# My boof is gay



## yakkeranna (Jul 8, 2009)

Seriously, my boof sucks. I swam yesterday because I failed to land my boof over a pore-over hole and that sucked. I can usually boof OK in my playboat, but not at all in my creekboat. I usually just end up penciling into a drops. I try to practice by ramming myself over submerged rocks in flat water, but it doesn't seem to be working.

help??


----------



## Websta' (Jun 1, 2010)

First off, Why use homophobic language? Leave that to the middle-schoolers.
Secondly ramming into submerged rocks really isn't going to do anything for you. Try boofing off of big waves and smaller pour-overs and work your way up. Also watch some videos of the pros on youtube, watch their timing and body position.


----------



## yakkeranna (Jul 8, 2009)

Websta- I was referring to a video someone posted a while back. I didn't intend to be offensive. Apologies.


----------



## smauk2 (Jun 24, 2009)

The Colorado Kayak Chronicle: Fist of Boof Presents - Boof Kwon Do, The Art of the Over Vertical Boof Stroke


----------



## Redpaddle (Jan 10, 2007)

In my opinion, and i am no expert on the subject like stafford, boofing a creekboat takes more setup and timing. in a playboat i find i can throw in a last minute boof stroke and release pretty easily. in a creekboat i need to set up more, gain more speed and time my stroke. bigger boat so it takes a little more to control.


----------



## Old Fart (Oct 12, 2003)

Hey Anna Was the swim in Husum? If so, as gay as your boof may be, that drop is really more about how and where you position your boat at this level. If you're in the right place, a gay boof will work, not to say that you shouldn't try to" straighten" out that boof
SYOTR
Scott


----------



## freexbiker (Jul 18, 2005)

What is this with the "its easier to boof a playboat"? 
Creekboats have more volume to ride up over the insert whatever feature you're boofing more speed to get a better release, aaaand might I add creekboats are designed to be boooofed....
Just think about PASTA!
P: Position
A: Angle
S: Speed
T: Timing
A: Adjustment (In this case its the follow through with the BOOF stroke)


----------



## caspermike (Mar 9, 2007)

Tilt rather than timing but right on Luke. It's all about laying on fatty vertical stroke and torquen fatty with your core. Vertical strokes translate to more forward momentum... the tilt is key for a solid release when you are using your torso kinda like same concept of blunting.


----------



## yakkeranna (Jul 8, 2009)

Scott-
Nah, this was on the lava falls section on the deschutes. I ran Husum in my playboat last weekend and nailed the boof flake that time... which is why I was pretty bummed that I did not do well this time.

Smauk2- nice link

What features are best to learn to boof on? (i.e. best = least consequences, for me)


----------



## caspermike (Mar 9, 2007)

Consequencial as in how? It's Kayaking


----------



## lmyers (Jun 10, 2008)

yakkeranna said:


> What features are best to learn to boof on? (i.e. best = least consequences, for me)

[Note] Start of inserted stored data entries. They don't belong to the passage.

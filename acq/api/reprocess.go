package api

import (
	"context"
	"io"
	"mime"
	"net/http"
	"net/url"
	"strconv"
	"strings"

	"hystd/acq/imports"
	"hystd/acq/record"
	"hystd/calib/loopcsv"
)

// Reprocessor is the optional ability of a Runner to re-process a stored
// run (POST /api/v1/runs/{id}/reprocess): body holds the changed specimen
// and/or fixture as YAML documents, by names who asks. It returns the new
// revision and its loops.
type Reprocessor interface {
	Reprocess(ctx context.Context, runID string, body []byte, by string) (record.Revision, []record.Loop, error)
}

// reprocessReply is the answer of POST /runs/{id}/reprocess.
type reprocessReply struct {
	RunID    string            `json:"run_id"`
	Revision revisionJSON      `json:"revision"`
	Loops    []loopcsv.Summary `json:"loops"` // per loop, the keys of `hystd analyze --json`
}

// reprocess handles POST /api/v1/runs/{id}/reprocess with the specimen
// and/or fixture (application/yaml) that replace the run's.
func (s *server) reprocess(w http.ResponseWriter, r *http.Request) {
	rp, ok := s.o.Runner.(Reprocessor)
	if !ok {
		writeError(w, http.StatusServiceUnavailable, "this server cannot re-process runs")
		return
	}
	ct := r.Header.Get("Content-Type")
	if mt, _, err := mime.ParseMediaType(ct); ct == "" || err != nil || !recipeTypes[mt] {
		writeError(w, http.StatusUnsupportedMediaType, "Content-Type %q: send the specimen and/or fixture documents as application/yaml", ct)
		return
	}
	if len(r.URL.Query()) > 0 {
		writeError(w, http.StatusBadRequest, "no query parameters are known here: send the specimen and/or fixture in the body")
		return
	}
	body, err := io.ReadAll(r.Body)
	if err != nil {
		s.bodyError(w, err)
		return
	}
	if strings.TrimSpace(string(body)) == "" {
		writeError(w, http.StatusBadRequest, "empty body: send a specimen (kind: specimen) and/or a fixture (kind: fixture) document")
		return
	}
	id := r.PathValue("id")
	// Who made the change: the request's authenticated user (the shared
	// token is the user "shared-token"); "unknown" on an open server.
	by := "unknown"
	if u, ok := UserFrom(r.Context()); ok {
		by = u.Name
	}
	v, loops, err := rp.Reprocess(r.Context(), id, body, by)
	if err != nil {
		s.fail(w, r, err)
		return
	}
	rep := reprocessReply{RunID: id, Revision: toRevisions([]record.Revision{v})[0], Loops: []loopcsv.Summary{}}
	for _, l := range loops {
		rep.Loops = append(rep.Loops, imports.Summary(l))
	}
	s.log.Info("api: run re-processed", "run", id, "revision", v.N, "by", by, "remote", r.RemoteAddr)
	w.Header().Set("Location", "/api/v1/runs/"+url.PathEscape(id)+"?revision="+strconv.Itoa(v.N))
	writeJSON(w, http.StatusCreated, rep)
}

The best answer I can come up with for this is a stout ledge, with a nice pool at the bottom. There are some around here...but I have no clue in Oregon (although there should be plenty).


----------



## bobela4 (Apr 14, 2009)

that is brilliant! thank you!




freexbiker said:


> What is this with the "its easier to boof a playboat"?
> Creekboats have more volume to ride up over the insert whatever feature you're boofing more speed to get a better release, aaaand might I add creekboats are designed to be boooofed....
> Just think about PASTA!
> P: Position
> ...


----------



## paulk (Apr 24, 2006)

not sure of your level but the upper wind has plenty of high fun low consequence boofs. the lower wind right now should be good boof practice never done it but I hear there are 5 to 6 waterfalls you can run at low water. mostly look for rocks on your local run that you know are clean at the bottom and go for them. opal creek near corvallis has some nice boofs too if i remember right.


----------



## leif (Jul 11, 2009)

Maybe try Sunset falls on the East fork of the Lewis, near portland. It's basically a park 'n huck (although there is a run below there). The left side is sort of hard to boof when there's water, so if you hit a good boof, you'll know you're doing it right. Just lap it over and over again until you nail it every time. 

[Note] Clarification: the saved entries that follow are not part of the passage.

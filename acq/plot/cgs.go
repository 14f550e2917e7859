package plot

import "math"

// Display factors from SI to CGS (NBS SP 696 "Units for magnetic
// properties"; NIST SP 811 App. B): 1 Oe = 10³/(4π) A/m, 1 G = 1e-4 T,
// 1 MGOe = 10⁵/(4π) J/m³ (≈ 7957.747 J/m³). They belong in calib/units; they
// stay here only until that package exports its CGS conversions.
const (
	oerstedPerAm           = 4 * math.Pi / 1e3
	gaussPerTesla          = 1e4
	megaGaussOerstedPerJm3 = 4 * math.Pi / 1e5
)
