package plot

import (
	"image"
	"testing"

	"golang.org/x/image/font"
	"golang.org/x/image/font/gofont/goregular"
	"golang.org/x/image/font/sfnt"
	"golang.org/x/image/math/fixed"
)

// TestLabelGlyphs: the symbols of the labels are real glyphs of Go Regular
// (looked up in the font's own cmap with golang.org/x/image/font/sfnt, not
// the notdef box), and each renders differently from the ASCII stand-in the
// old bitmap font used.
func TestLabelGlyphs(t *testing.T) {
	f, err := sfnt.Parse(goregular.TTF)
	if err != nil {
		t.Fatal(err)
	}
	fc, err := labelFace()
	if err != nil {
		t.Fatal(err)
	}
	var buf sfnt.Buffer
	render := func(s string) *image.Alpha {
		img := image.NewAlpha(image.Rect(0, 0, 40, 20))
		d := font.Drawer{Dst: img, Src: image.Opaque, Face: fc, Dot: fixed.P(2, 15)}
		d.DrawString(s)
		return img
	}
	for _, tc := range []struct{ sym, ascii string }{
		{"μ", "u"}, {"−", "-"}, {"²", "2"}, {"³", "3"}, {"±", "+"}, {"·", "."},
	} {
		r := []rune(tc.sym)[0]
		gi, err := f.GlyphIndex(&buf, r)
		if err != nil || gi == 0 {
			t.Errorf("%q (U+%04X): no glyph in Go Regular (%v)", tc.sym, r, err)
			continue
		}
		if _, _, ok := fc.GlyphBounds(r); !ok {
			t.Errorf("%q: the face has no bounds for it", tc.sym)
		}
		a, b := render(tc.sym), render(tc.ascii)
		same := true
		ink := 0
		for i := range a.Pix {
			if a.Pix[i] != b.Pix[i] {
				same = false
			}
			if a.Pix[i] > 0 {
				ink++
			}
		}
		if same || ink == 0 {
			t.Errorf("%q renders like %q (ink %d)", tc.sym, tc.ascii, ink)
		}
	}
}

Also, do you have video of your boofs? Maybe the buzzards could critique your style. One good piece of advice that I've heard is to wait until you see the landing before pulling the stroke.


----------



## KUpolo (May 24, 2005)

Just since no one else has mentioned it, how is you outftting? I find that if I am at all loose in my creekboat, boof becomes veryu difficult. If I have great knee/thigh contact, I can crank that sucker with almost no effort.


----------



## jmack (Jun 3, 2004)

If you are plugging most drops in your creeker, chances are that you are not even planting your paddle correctly. You need to give yourself time to plant a good paddle stroke at the lip. If you are just windmilling towards the lip with no plan, your boof will not work unless you get lucky and auto-boof. get your speed and momentum early, then when you get to the point when you are not sure whether to take one or two more strokes, wait and take one good one. One good stroke is alot better than two bad ones. It should be vertical and you should rotate your torso to pull yourself away from the lip.

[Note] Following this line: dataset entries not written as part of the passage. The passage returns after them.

package api

import (
	"context"
	"io"
	"net"
	"net/http"
	"net/http/httptest"
	"strings"
	"testing"
	"time"

	"hystd/acq/record"
	"hystd/acq/store/memstore"
)

// TestPlotSemaphore: while MaxRenders drawings are under way, another waits
// for its turn until its request timeout and then gets 503; once a turn is
// free it is drawn.
func TestPlotSemaphore(t *testing.T) {
	rd := memstore.New(nil)
	put(t, rd, record.Run{ID: "RUN-A", State: record.Finished}, tanhLoop("RUN-A", 200, 6000, 400, 900, 1.6))
	h, err := New(Options{Reader: rd, RequestTimeout: 200 * time.Millisecond})
	if err != nil {
		t.Fatal(err)
	}
	s := h.(*server)
	for range MaxRenders {
		s.renders <- struct{}{} // drawings under way
	}
	srv := httptest.NewServer(h)
	defer srv.Close()
	get := func() (int, string) {
		resp, err := http.Get(srv.URL + "/api/v1/runs/RUN-A/loops/1/plot?format=png")
		if err != nil {
			t.Fatal(err)
		}
		defer resp.Body.Close()
		b, _ := io.ReadAll(resp.Body)
		return resp.StatusCode, string(b)
	}
	if code, body := get(); code != http.StatusServiceUnavailable || !strings.Contains(body, "too many plots being drawn at once (2)") {
		t.Errorf("with every turn taken: %d %.100s", code, body)
	}
	<-s.renders
	if code, body := get(); code != http.StatusOK || !strings.HasPrefix(body, "\x89PNG") {
		t.Errorf("with a turn free: %d %.40q", code, body)
	}
}

// TestHostGuard: requests naming another host (a re-pointed name, DNS
// rebinding) are refused with 403; the bound address, localhost on a
// loopback, configured names and, on a wildcard bind, IP literals pass.
func TestHostGuard(t *testing.T) {
	ok := http.HandlerFunc(func(w http.ResponseWriter, r *http.Request) { _, _ = io.WriteString(w, "ok") })
	tests := []struct {
		bound string
		names []string
		host  string
		want  int
	}{
		{"127.0.0.1:8740", nil, "127.0.0.1:8740", 200},
		{"127.0.0.1:8740", nil, "localhost:8740", 200},
		{"127.0.0.1:8740", nil, "LOCALHOST", 200},
		{"127.0.0.1:8740", nil, "attacker.example:8740", 403},
		{"127.0.0.1:8740", nil, "127.0.0.2:8740", 403},
		{"127.0.0.1:8740", nil, "", 403},
		{"[::1]:8740", nil, "[::1]:8740", 200},
		{"[::1]:8740", nil, "localhost:8740", 200},
		{"192.0.2.10:8740", []string{"hystd-bay2.lab.example"}, "hystd-bay2.lab.example:8740", 200},
		{"192.0.2.10:8740", []string{"hystd-bay2.lab.example"}, "HYSTD-BAY2.lab.example.", 200},
		{"192.0.2.10:8740", nil, "192.0.2.10:8740", 200},
		{"192.0.2.10:8740", nil, "localhost:8740", 403},
		{"192.0.2.10:8740", []string{"hystd-bay2.lab.example"}, "rebind.attacker.example:8740", 403},
		{"0.0.0.0:8740", nil, "192.0.2.10:8740", 200},
		{"0.0.0.0:8740", nil, "localhost:8740", 200},
		{"0.0.0.0:8740", nil, "rebind.attacker.example:8740", 403},
		{"[::]:8740", nil, "[2001:db8::1]:8740", 200},
	}
	for _, tc := range tests {
		h := HostGuard(ok, tc.bound, tc.names)
		req := httptest.NewRequest("GET", "/api/v1/runs", nil)
		req.Host = tc.host
		rec := httptest.NewRecorder()
		h.ServeHTTP(rec, req)
		if rec.Code != tc.want {
			t.Errorf("bound %s, names %v, Host %q: %d %s, want %d", tc.bound, tc.names, tc.host, rec.Code, rec.Body, tc.want)
		}
		if tc.want == 403 && !strings.Contains(rec.Body.String(), "is not this daemon's address") {
			t.Errorf("Host %q: refusal %q does not say why", tc.host, rec.Body)
		}
	}
}

// TestServeRefusesForeignHost: the API's own server applies the guard.
func TestServeRefusesForeignHost(t *testing.T) {
	h, err := New(Options{Reader: memstore.New(nil)})
	if err != nil {
		t.Fatal(err)
	}
	ln, err := net.Listen("tcp", "127.0.0.1:0")
	if err != nil {
		t.Fatal(err)
	}
	ctx, cancel := context.WithCancel(context.Background())
	done := make(chan error, 1)
	go func() { done <- ServeListener(ctx, ln, h) }()
	defer func() { cancel(); <-done }()
	for host, want := range map[string]int{ln.Addr().String(): 200, "rebind.attacker.example": 403} {
		req, _ := http.NewRequest("GET", "http://"+ln.Addr().String()+"/api/v1/runs", nil)
		req.Host = host
		resp, err := http.DefaultClient.Do(req)
		if err != nil {
			t.Fatal(err)
		}
		resp.Body.Close()
		if resp.StatusCode != want {
			t.Errorf("Host %q: %d, want %d", host, resp.StatusCode, want)
		}
	}
}

// TestImplausibleFlags: a run whose loop reads |J| = 1802 T (an Epstein
// strip length written as 305 m for 0.305 m) carries the flag on the loop
// and on the run, with the geometry warning the engine recorded as an event;
// a plausible loop carries none.
func TestImplausibleFlags(t *testing.T) {
	e := newEnv(t, Options{})
	put(t, e.store, record.Run{ID: "E-305", State: record.Finished, Specimen: "E-305"},
		record.Loop{RunID: "E-305", N: 1, Kind: "loop", Figures: []record.Figure{
			{Name: "Bmax", Value: 1802, Unit: "T"}, {Name: "Hmax", Value: 1000, Unit: "A/m"}, {Name: "mu_a", Value: 1.43e6}},
			Points: []record.Point{{H: 1000, B: 1802, J: 1802}}})
	addEvents(t, e.store, record.Event{RunID: "E-305", At: t0, Level: "warn",
		Text: "geometry of specimen E-305: epstein: strip length 305.000 m is outside 0.28–0.32 m; the 0.94 m path convention assumes that range"})
	code, m, _ := e.do(t, "GET", "/api/v1/runs/E-305", "", "", nil)
	if code != 200 {
		t.Fatalf("%d %v", code, m)
	}
	flags, _ := m["flags"].([]any)
	if len(flags) != 2 || !strings.HasPrefix(flags[0].(string), "geometry of specimen E-305: epstein: strip length 305.000 m") ||
		!strings.HasPrefix(flags[1].(string), "loop 1: implausible — check geometry and turns: |J| reaches 1802 T") {
		t.Errorf("run flags %q", flags)
	}
	code, m, _ = e.do(t, "GET", "/api/v1/runs/E-305/loops/1", "", "", nil)
	lf, _ := m["loop"].(map[string]any)["flags"].([]any)
	if code != 200 || len(lf) != 1 || !strings.Contains(lf[0].(string), "|J| reaches 1802 T") {
		t.Errorf("loop flags %d %q", code, lf)
	}
	code, m, _ = e.do(t, "GET", "/api/v1/runs/RUN-A", "", "", nil)
	if flags, ok := m["flags"].([]any); code != 200 || !ok || len(flags) != 0 {
		t.Errorf("plausible run: %d flags %v", code, m["flags"])
	}
	if lf, ok := m["loops"].([]any)[0].(map[string]any)["flags"].([]any); !ok || len(lf) != 0 {
		t.Errorf("plausible loop flags %v", lf)
	}
}

// BenchmarkPlotPNG: one PNG of the largest size allowed (2000×2000) beside
// its peer, the default size, through the handler. With MaxRenders = 2 the
// memory plots hold at once is at most twice the largest one's.
func BenchmarkPlotPNG(b *testing.B) {
	rd := memstore.New(nil)
	put(b, rd, record.Run{ID: "RUN-A", State: record.Finished}, tanhLoop("RUN-A", 2000, 6000, 400, 900, 1.6))
	h, err := New(Options{Reader: rd})
	if err != nil {
		b.Fatal(err)
	}
	for _, size := range []string{"", "&width=2000&height=2000"} {
		name := "default"
		if size != "" {
			name = "2000x2000"
		}
		b.Run(name, func(b *testing.B) {
			b.ReportAllocs()
			for b.Loop() {
				rec := httptest.NewRecorder()
				h.ServeHTTP(rec, httptest.NewRequest("GET", "/api/v1/runs/RUN-A/loops/1/plot?format=png"+size, nil))
				if rec.Code != 200 {
					b.Fatalf("%d %s", rec.Code, rec.Body)
				}
			}
		})
	}
}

Sunset falls would be a fine place to practice, but any small pourover will do. I think the most critical thing is being able to drive cross-current and boof into an eddy. Even if the boof is only one foot tall, you will know if you do it correctly, and probably no consequences for missing. Do this a couple hundred time and see if your boof on bigger drops is not alot better. Good luck.

Josh


----------



## deepsouthpaddler (Apr 14, 2004)

Hard to know whats wrong without seeing it, but the most common mistake I find is taking a boof stroke too early. An early boof simply makes your boat go a little faster, but doesn't keep the bow up as you go over the drop.

A good boof, at its most basic, will be taken at (or just downstream of) the inflection point of the water where it transitions from moving forward and downstream to moving vertical and downward. This is typically where water is at a 45 degree angle to the vertical. There are a few exceptions that require a late boof, but thats another story. 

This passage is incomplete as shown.